So I suspect Jasmine was just a PIG.  Got to love dogs and their personalities. 

I am so sorry about Tandy, because I felt exactly the same way for the last 24 hours.  Thinking that I was not ready to let Jasmine go, but at the same time, wanting to make the right decision at the right time.  Today was not the right time, but I know it is coming.  One of the reason we did get a second dog, was primarily company for the first one, and secondly so the house would not be lonely when one of them passes.

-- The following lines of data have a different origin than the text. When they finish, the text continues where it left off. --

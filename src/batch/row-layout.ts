/** Where the parts of a row's question stand: in a column of its own, or fixed for all rows. */
import { parseNumber } from '../units/parse-number.ts';
import { isProblem } from '../units/problem.ts';
import { quoteInput } from '../units/quote-input.ts';
import type { HeaderColumn } from './header.ts';
import { type RowOptions, type Trouble, trouble, troubleOf } from './question-column.ts';

/** One row, wherever it comes from. */
export interface Cells {
  /** Without outer blanks; empty where nothing is stated. The same string object while the field does not change. */
  readonly text: (field: number) => string;
  /** Reads the field as `scanDecimal` does; false where it is no plain decimal. */
  readonly decimal: (field: number, out: Float64Array) => boolean;
}

const PARTS = ['from', 'into', 'path', 'wave'] as const;
export type Part = (typeof PARTS)[number];

/** What holds for every row. */
export interface FixedParts {
  readonly texts: { readonly [P in Part]?: string | undefined };
  readonly options: RowOptions;
}

export class RowLayout {
  readonly fixed: FixedParts;
  /** The columns that are options. */
  readonly optionColumns: readonly HeaderColumn[];
  private readonly parts: ReadonlyMap<string, HeaderColumn>;
  private readonly fields: ReadonlySet<number>;

  constructor(header: readonly HeaderColumn[], fixed: FixedParts) {
    this.fixed = fixed;
    this.parts = new Map(header.map((column) => [column.column.key, column]));
    this.fields = new Set(header.map(({ field }) => field));
    this.optionColumns = header.filter(({ column }) => !PARTS.some((part) => part === column.key));
  }

  column(key: string): HeaderColumn | undefined {
    return this.parts.get(key);
  }

  /** True where the field is part of the question. */
  reads(field: number): boolean {
    return this.fields.has(field);
  }

  stated(part: Part): boolean {
    return this.parts.has(part) || this.fixed.texts[part] !== undefined;
  }

  /** What the row says, or what is fixed; empty where nothing is stated. */
  text(part: Part, cells: Cells): string {
    const column = this.parts.get(part);
    return column ? cells.text(column.field) : (this.fixed.texts[part] ?? '');
  }

  /** The media of the path and the wave, as operands of the command line; a side left out is not asked about. */
  operands(cells: Cells): readonly string[] | Trouble {
    const wave = withUnit(this.text('wave', cells), this.parts.get('wave'));
    if (typeof wave !== 'string') return wave;
    if (this.stated('path')) {
      const path = splitPath(this.text('path', cells));
      if (path.length >= 2) return [...path, wave];
      const remedy = 'write air n-bk7, or air n=1.38@qw n-bk7';
      return trouble('short-path', 'the path names fewer than two media', remedy);
    }
    const from = this.stated('from') ? this.text('from', cells) : undefined;
    const into = this.stated('into') ? this.text('into', cells) : undefined;
    const empty = from === '' ? 'from' : into === '' ? 'into' : undefined;
    if (empty) return trouble('empty-cell', `${empty} is empty`, 'name the medium');
    return [from ?? into ?? '', into ?? from ?? '', wave];
  }

  /** What every row would lack, or have twice; `needs` tells the sides that a column of answers asks about. */
  fault(needs: { readonly from: boolean; readonly into: boolean }): Trouble | undefined {
    const { options, texts } = this.fixed;
    for (const [key, { column }] of this.parts) {
      if (options[key] === undefined && PARTS.every((part) => part !== key || texts[part] === undefined))
        continue;
      return trouble('given-twice', `the ${column.name} is both an option and a column`, 'keep one of them');
    }
    if (!this.stated('wave')) return lacks('wave', 'name it with its unit: wave_nm; or give --wave 633nm');
    if (this.stated('path')) {
      if (!this.stated('from') && !this.stated('into')) return undefined;
      const both = 'path and from or into are both given';
      return trouble('path-and-ends', both, 'give path alone, or from and into');
    }
    if (!this.stated('from') && needs.from) return lacks('from', '--from air');
    if (!this.stated('into') && needs.into) return lacks('into', '--into n-bk7');
    return undefined;
  }
}

const lacks = (part: Part, example: string): Trouble =>
  trouble('missing-column', `nothing says what the ${part} is`, `give a column ${part}, or ${example}`);

/** The text of a cell with the unit of its column behind it. */
export function withUnit(text: string, column: HeaderColumn | undefined): string | Trouble {
  if (!column) return text;
  const { name } = column.column;
  if (text === '') return trouble('empty-cell', `${name} is empty`, 'write a value');
  if (column.unit === '') return text;
  const number = parseNumber(text);
  if (!isProblem(number)) return text + column.unit;
  const bringsUnit = /^[-+.\d]/.test(text) && /[^\d.,eE+-]/.test(text);
  if (!bringsUnit) return troubleOf({ ...number, message: `${name}: ${number.message}` });
  return trouble(
    'not-a-number',
    `${name}: ${quoteInput(text)} is no bare number, but the column is in ${column.unit}`,
    `write the number alone, or name the column ${name} and give each cell its unit`,
  );
}

/** `air mgf2@qw n-bk7`, or `fused silica > air` where names hold blanks. */
export function splitPath(text: string): readonly string[] {
  const parts = /[>\u2192]/.test(text) ? text.split(/[>\u2192]/) : text.split(/\s+/);
  return parts.map((part) => part.trim()).filter((part) => part !== '');
}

My heart goes out to you.....

a former torontoian (etobicoke)


----------



## Eli Mairs (Jun 10, 2011)

So sorry for your loss, Brian.  
I've been crying throughout this entire thread. 
I went through this with my three elderly cats a few years ago.They gave me so many years of joy and companionship. It was devastating to lose them.


----------



## Sandy VDH (Jun 11, 2011)

I guess I knew it and so did she.  Jasmine waited until someone was home.

She passed away just over an hour ago.  She died in my arms on the way to the emergency vet clinic.

I will miss her so much.  My heart is broken.


----------



## slip (Jun 11, 2011)

So sorry to hear about Jasmine.
I know exactly what your going through.


----------



## Timeshare Von (Jun 11, 2011)

Sandy Lovell said:


> I guess I knew it and so did she.  Jasmine waited until someone was home.
> 
> She passed away just over an hour ago.  She died in my arms on the way to the emergency vet clinic.
> 
> I will miss her so much.  My heart is broken.



I keep coming back to more sad news in this thread.  Sandy when I read your first post, it really touched me and I was wondering how Jasmine was doing.

I remember the last night my RustyMeister was here, I slept on the floor with him in his bed.  A little toy poodle who was 13 and mostly blind from cateracts, I knew I had to do the right thing for him because he too was dying before my eyes.

I have cuddled and loved all over our Miss Heidi this week, appreciating every day she has with us.


----------



## Sandy VDH (Jun 11, 2011)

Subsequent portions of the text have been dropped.